Adventures in teaching self-driving cars

For complicated moves like that, Thrun’s team often started with machine learning, then reinforced it with rule-based programming—a superego to control the id. They had the car teach itself to read street signs, for instance, but they underscored that knowledge with specific instructions: “stop” means stop. If the car still had trouble, they’d download the sensor data, replay it on the computer, and fine-tune the response. Other times, they’d run simulations based on accidents documented by the National Highway Traffic Safety Administration. A mattress falls from the back of a truck. Should the car swerve to avoid it or plow ahead? How much advance warning does it need? What if a cat runs into the road? A deer? A child? These were moral questions as well as mechanical ones, and engineers had never had to answer them before. The darpa cars didn’t even bother to distinguish between road signs and pedestrians—or “organics,” as engineers sometimes call them. They still thought like machines.

Four-way stops were a good example. Most drivers don’t just sit and wait their turn. They nose into the intersection, nudging ahead while the previous car is still passing through. The Google car didn’t do that. Being a law-abiding robot, it waited until the crossing was completely clear—and promptly lost its place in line. “The nudging is a kind of communication,” Thrun told me. “It tells people that it’s your turn. The same thing with lane changes: if you start to pull into a gap and the driver in that lane moves forward, he’s giving you a clear no. If he pulls back, it’s a yes. The car has to learn that language.”

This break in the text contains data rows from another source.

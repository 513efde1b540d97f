import { expect, test, type APIRequestContext } from '@playwright/test'
import { navLink, signInAs, watchConsole } from './helpers'
import { freshVin } from '../helpers/vins'

type Line = { code: string; unitCents: number }

/** A passenger car towed in just now (invented demo data). */
function towIn(checkedById: string) {
  const minutesAgo = (n: number) => new Date(Date.now() - n * 60_000).toISOString()
  const vin = freshVin()
  return {
    tow: {
      pickup: { lat: 36.4231, lng: -119.3377, address: 'Marlow Blvd & Kettle Ave, Orrin Flats' },
      roadMiles: null,
      winchingUnits: 0,
      dollies: false,
      afterHours: false,
      calledAt: minutesAgo(60),
      hookedAt: minutesAgo(30),
      arrivedAt: minutesAgo(5),
      reason: 'breakdown',
      requesterName: 'Owner by phone',
    },
    vehicle: { vin, plate: `8R${vin.slice(-5)}`, plateState: 'CA', year: 2005, make: 'Orlan', model: 'Sparrow', colour: 'Silver', vehicleClass: 'standard', odometer: 90_210, keys: 'yes' },
    holds: [],
    condition: { checkedById, property: [] },
    spaceId: null,
  }
}
async function storageRate(request: APIRequestContext, vehicleId: string): Promise<number> {
  const res = await request.get(`/api/vehicles/${vehicleId}/invoice`)
  expect(res.status()).toBe(200)
  return ((await res.json()).invoice.lines as Line[]).find((l) => l.code === 'storage')!.unitCents
}

// The demo yard bills under the California sample, whose rates are sample figures (no statewide rate is
// published: server/rule-sets/samples/california.json). The manager copies it, sets the daily rate of a
// passenger car, watches the preview follow, saves and uses the copy at the yard: a tow-in logged next
// bills at the new rate, and a vehicle already on the lot keeps the rate of the version it arrived under.
test('the manager copies a sample rule set, changes the daily rate with a live preview, saves, and only new tow-ins take it', async ({ page, browser }) => {
  // Copy, two edits with the preview, a new fee, save, switch, a tow-in, the record: a long walk on 2 shared cores.
  test.setTimeout(240_000)
  const problems = watchConsole(page)
  await signInAs(page, 'manager')
  await (await navLink(page, 'Settings')).click()
  await expect(page.getByRole('heading', { name: 'Settings', exact: true })).toBeVisible()
  await expect(page.getByText('Every value here is a sample until you set your own')).toBeVisible()

  const sample = page.locator('[data-rule-set="california-sample"]')
  await expect(sample.getByText('In use at your yard')).toBeVisible()
  await sample.getByRole('button', { name: 'Copy' }).click()
  const dialog = page.getByRole('dialog', { name: 'Copy California (sample)' })
  await dialog.getByLabel('Name of the copy').fill('Tamsin Creek rates')
  await dialog.getByRole('button', { name: 'Make the copy' }).click()
  await expect(page).toHaveURL(/\/settings\/rule-sets\/tamsin-creek-rates-[0-9a-f]{6}$/)
  await expect(page.getByRole('heading', { name: /Tamsin Creek rates/ })).toBeVisible()
  const slug = page.url().split('/').pop()!

  // The preview: a passenger car, three days and two hours on the lot, billed in the browser.
  const preview = page.locator('[data-preview]')
  const storageLine = preview.locator('[data-line="storage"]')
  await expect(storageLine).toBeVisible()
  const before = await preview.locator('[data-preview-total]').textContent()
  const rate = page.locator('input[name="rate-standard"]')
  await expect(rate).toHaveValue('65.00')
  await rate.fill('77.00')
  await expect(preview.locator('[data-preview-total]')).not.toHaveText(before!)
  // The storage line counts its days at the rate just typed.
  await expect(storageLine).toContainText('× $77.00')

  // A refused value is named beside its field and nothing is sent.
  await rate.fill('-1')
  await expect(preview.getByText('Fix the fields marked in red to see the preview.')).toBeVisible()
  await page.getByRole('button', { name: 'Save as version 2' }).click()
  await expect(page.getByText('An amount cannot be negative.')).toBeVisible()
  await rate.fill('77.00')
  await expect(page.getByText('An amount cannot be negative.')).toHaveCount(0)

  // A fee of the yard's own, added: refused without its citation, then shown in the preview's bill.
  const fees = page.locator('[data-fee]')
  const feeCount = await fees.count()
  await page.getByRole('button', { name: 'Add a fee' }).click()
  await expect(fees).toHaveCount(feeCount + 1)
  const fee = fees.last()
  const feeCode = (await fee.getAttribute('data-fee'))!
  await fee.getByLabel('Fee', { exact: true }).fill('Gate opened after hours')
  await fee.locator(`input[name="fee-${feeCode}"]`).fill('25.00')
  await expect(preview.getByText('Fix the fields marked in red to see the preview.')).toBeVisible()
  await fee.getByLabel('Citation').fill('Yard policy (common trade practice)')
  await expect(preview.locator(`[data-line="${feeCode}"]`)).toContainText('$25.00')

  await page.getByLabel('Why this change (for the settings record)').fill('Rates the city approved')
  const saved = page.waitForResponse((r) => r.url().endsWith(`/api/settings/rule-sets/${slug}`) && r.request().method() === 'PUT')
  await page.getByRole('button', { name: 'Save as version 2' }).click()
  expect((await saved).status()).toBe(200)
  // The page now shows the saved version (the 3-second notice may be gone on a busy machine).
  await expect(page.getByRole('heading', { name: 'Tamsin Creek rates version 2' })).toBeVisible()
  const savedSet = await (await page.request.get(`/api/settings/rule-sets/${slug}`)).json()
  expect(savedSet.ruleSet.fees.find((f: { code: string }) => f.code === feeCode)).toMatchObject({ label: 'Gate opened after hours', amountCents: 2_500 })

  await page.getByRole('link', { name: 'All rule sets' }).click()
  const copy = page.locator(`[data-rule-set="${slug}"]`)
  await copy.getByRole('button', { name: 'Use at your yard' }).click()
  await page.getByRole('dialog').getByRole('button', { name: 'Use at your yard' }).click()
  await expect(copy.getByText('In use at your yard')).toBeVisible()

  // A vehicle already on the lot (the demo's, under California version 1) keeps its rate.
  const board = await (await page.request.get('/api/board')).json()
  const old = board.columns.flatMap((c: { cards: { id: string }[] }) => c.cards)[0].id as string
  const oldPage = await (await page.request.get(`/api/vehicles/${old}`)).json()
  const california = await (await page.request.get('/api/settings/rule-sets/california-sample')).json()
  const oldClassRate = california.ruleSet.vehicleClasses.find((c: { code: string }) => c.code === oldPage.vehicle.vehicleClass).dailyRateCents
  expect(await storageRate(page.request, old)).toBe(oldClassRate)

  // A tow-in logged now, by the dispatcher (its form has tests of its own), bills at the new rate.
  const dispatcher = await browser.newContext()
  const d = await dispatcher.newPage()
  await signInAs(d, 'dispatcher')
  const session = await (await d.request.get('/api/session')).json()
  const logged = await d.request.post('/api/vehicles', { headers: { 'x-csrf-token': session.csrfToken }, data: towIn(session.user.id) })
  expect(logged.status(), await logged.text()).toBe(201)
  const fresh = (await logged.json()).id as string
  await dispatcher.close()
  expect(await storageRate(page.request, fresh)).toBe(7_700)
  expect(await storageRate(page.request, old)).toBe(oldClassRate)

  // Both changes are in the settings record, with before and after.
  await page.getByRole('link', { name: 'Settings changes' }).click()
  const rows = page.locator('.settings-audit__table tbody tr')
  await expect(rows.first()).toContainText('Chose the rule set')
  await expect(rows.nth(1)).toContainText('Saved a new version')
  // Read as a person reads it: the class by its name, the rate as money, the new fee by its name.
  await expect(rows.nth(1)).toContainText('— daily rate')
  await expect(rows.nth(1)).toContainText('$65.00')
  await expect(rows.nth(1)).toContainText('$77.00')
  await expect(rows.nth(1)).toContainText('Gate opened after hours')
  await expect(rows.nth(1)).toContainText('Rates the city approved')

  // Put the demo yard back on the sample for the tests that follow on this server.
  await (await navLink(page, 'Settings')).click()
  await page.locator('[data-rule-set="california-sample"]').getByRole('button', { name: 'Use at your yard' }).click()
  await page.getByRole('dialog').getByRole('button', { name: 'Use at your yard' }).click()
  await expect(page.locator('[data-rule-set="california-sample"]').getByText('In use at your yard')).toBeVisible()
  expect(problems).toEqual([])
})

From Burkhard Bilger's New Yorker piece on Google's self-driving car. The engineering issues they've had to deal with are fascinating.

As many have noted, legal or regulatory risk may be the largest obstacle to seeing self-driving cars on our roads in volume. To counter that, I hypothesize that all self-driving will ship with a black box, like airplanes, and that all the cameras will record a continuous feed of video, that keeps overwriting itself, maybe a loop of the most recent 30 minutes of driving at all times, along with key sensor readings. That way if someone sees the self-driving sensor on a car they can't just back into the self-driving car or hurtle themselves across a windshield just to get a big settlement from Google.

In fact, as sensors and video recording devices come down in cost, it may become law that all cars come with such accessories, self-driving or not, making it much easier to determine fault in car accidents. The same cost/weight improvements in video tech may make it so Amazon drones are also equipped with a continuously recording video camera, the better for determining who may have brought it down with a rock to steal its payload.

Perhaps Google will take the continuous video feeds as a crowd-sourced way to update its street maps. That leads, of course, to the obvious drawback to such a scenario, the privacy concerns over how Google would use the data and video from the cars. That's a cultural issue and seems more tenable than the legal one, however.